Thursday 27 September 2007

Adelaide University Sub-controller Work

The University of Adelaide Team has produced a prototype board based on the STR710. This was necessary to test tooling at the university and basic hardware concepts.



The PCB was manufactured at the University by the technical staff and loaded by a student team member. During testing some minor errors were noted. The PCB was modified and a fully functional circuit was yielded.



As the prototype has been tested successfully, the PC104 Recovery Controller can now be manufactured confidently knowing the basic hardware has been validated.
When the Recovery Controller is completed it will undergo initial testing with a PC, followed by integration to the central Flight Computer (FC).

The Linux based flight computer code is being developed, for use on the Arcom Vulcan XScale board. Integration and testing of a wireless telemetry using 900Mhz spread spectrum transmitters, will be conducted using Aerocomm data modems supplied by Tekdis.
To help speed implementation the team decided to use a PC104 carrier card from embedded arm to interface the Aerocomm modem directly to the Vulcan PC104 data bus.

Friday 14 September 2007

Flinders University IMU update


The Electronics for the payload unit being developed at Flinders University are now 90% built. The inertial sensor and GPS board is shown mounted on top of the PC104 single board computer. This configuration will form the payload module from Flinders University.

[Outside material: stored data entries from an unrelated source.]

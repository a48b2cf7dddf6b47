// Benchmark: grade and match 10,000 synthetic readings (seeded, demo data only).
// Run: node --import tsx scripts/bench-grading.ts [count] [tolerancePct]
// (add --expose-gc before --import for heap figures taken after a collection)
import { performance } from "node:perf_hooks";
import { gradeReading, type TesterReading } from "../lib/valves/grading";
import { findMatchedPairs, findMatchedQuads, type MatchReading, type MatchResult } from "../lib/valves/matching";
import { decodeDesignation } from "../lib/valves/designation";
import { seedReferenceTable } from "../lib/valves/seed";

const count = Number(process.argv[2] ?? 10_000);
const tolerancePct = Number(process.argv[3] ?? 5);

// mulberry32: small seeded PRNG so every run measures the same lot
function prng(seed: number): () => number {
  let a = seed >>> 0;
  return () => {
    a = (a + 0x6d2b79f5) >>> 0;
    let t = a;
    t = Math.imul(t ^ (t >>> 15), t | 1);
    t ^= t + Math.imul(t ^ (t >>> 7), t | 61);
    return ((t ^ (t >>> 14)) >>> 0) / 4294967296;
  };
}
const rand = prng(20240);
const gauss = () => Math.sqrt(-2 * Math.log(1 - rand())) * Math.cos(2 * Math.PI * rand());

// Invented lot: Gm in tester units against a chart "new" of 100, about 95 ± 12;
// plate current loosely follows Gm (power-tube style), about 70 mA ± 6 %.
const readings: TesterReading[] = [];
const tubes: MatchReading[] = [];
for (let i = 0; i < count; i += 1) {
  const gm = Math.max(5, 95 + 12 * gauss());
  const dual = i % 2 === 0;
  readings.push({
    measure: "gm",
    sections: dual ? [gm, Math.max(5, gm * (1 + 0.06 * gauss()))] : [gm],
    chartNewValue: 100,
    shorts: rand() < 0.01,
    gas: rand() < 0.01,
  });
  tubes.push({
    id: `demo-${i}`,
    gm: Math.round(gm * 10) / 10,
    plateCurrentMa: Math.round(70 * (gm / 95) ** 0.8 * (1 + 0.06 * gauss()) * 10) / 10,
  });
}

const mb = (bytes: number) => `${(bytes / 1048576).toFixed(1)} MB`;
function time<T>(label: string, run: () => T, describe: (result: T) => string): void {
  global.gc?.();
  const before = process.memoryUsage().heapUsed;
  const started = performance.now();
  const result = run();
  const ms = performance.now() - started;
  const after = process.memoryUsage().heapUsed;
  console.log(
    `${label.padEnd(34)} ${ms.toFixed(1).padStart(9)} ms   heap ${mb(after)} (Δ ${mb(after - before)})   ${describe(result)}`,
  );
}
const describeMatch = (r: MatchResult) =>
  `${r.sets.length} sets, ${r.unmatched.length} unmatched, bound ${r.upperBound}, ${r.proven ? "proven largest" : "not proven"}`;

console.log(`${count} synthetic readings, tolerance ${tolerancePct} %, node ${process.version}`);
time(
  "grading",
  () => readings.map((r) => gradeReading(r)),
  (g) => {
    const tally: Record<string, number> = {};
    for (const r of g) tally[r.grade] = (tally[r.grade] ?? 0) + 1;
    return Object.entries(tally)
      .map(([k, v]) => `${k} ${v}`)
      .join(", ");
  },
);
time("pairs, Gm", () => findMatchedPairs(tubes, { tolerancePct }), describeMatch);
time("pairs, Gm + plate current", () => findMatchedPairs(tubes, { tolerancePct, onPlateCurrent: true }), describeMatch);
time("quads, Gm", () => findMatchedQuads(tubes, { tolerancePct }), describeMatch);
time("quads, Gm + plate current", () => findMatchedQuads(tubes, { tolerancePct, onPlateCurrent: true }), describeMatch);
// Designation decoding runs on every keystroke of the item form: 2,000 mixed inputs (known, unknown, garbage).
const table = seedReferenceTable();
const inputs = ["12ax7", "ECC38", "12AX8", "KT89", "6SN7GTB", "E88CC", "garbage!", "5751"];
time(
  "decode 2,000 designations",
  () => Array.from({ length: 2000 }, (_, i) => decodeDesignation(table, inputs[i % inputs.length]!)),
  (r) => `${r.filter((d) => d.ok).length} decoded`,
);
console.log(`peak RSS ${mb(process.memoryUsage().rss)}`);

The build was mostly successful although a few complications occurred in the process. The gyros used are ADXRS300 parts which are only available in a 32 ball BGA part which is difficult to mount by hand without the necessary equipment. 2 of 3 were successfully placed on the first attempt using a hot air tool, the third was a failure. Another gyro is being sourced as a replacement.

The board is currently being tested and programmed to interface to the Vulcan single board computer. The single board computer is running an extended kalman filter under the eCos operating system to estimate the rockets position and attitude from the inertial data and GPS.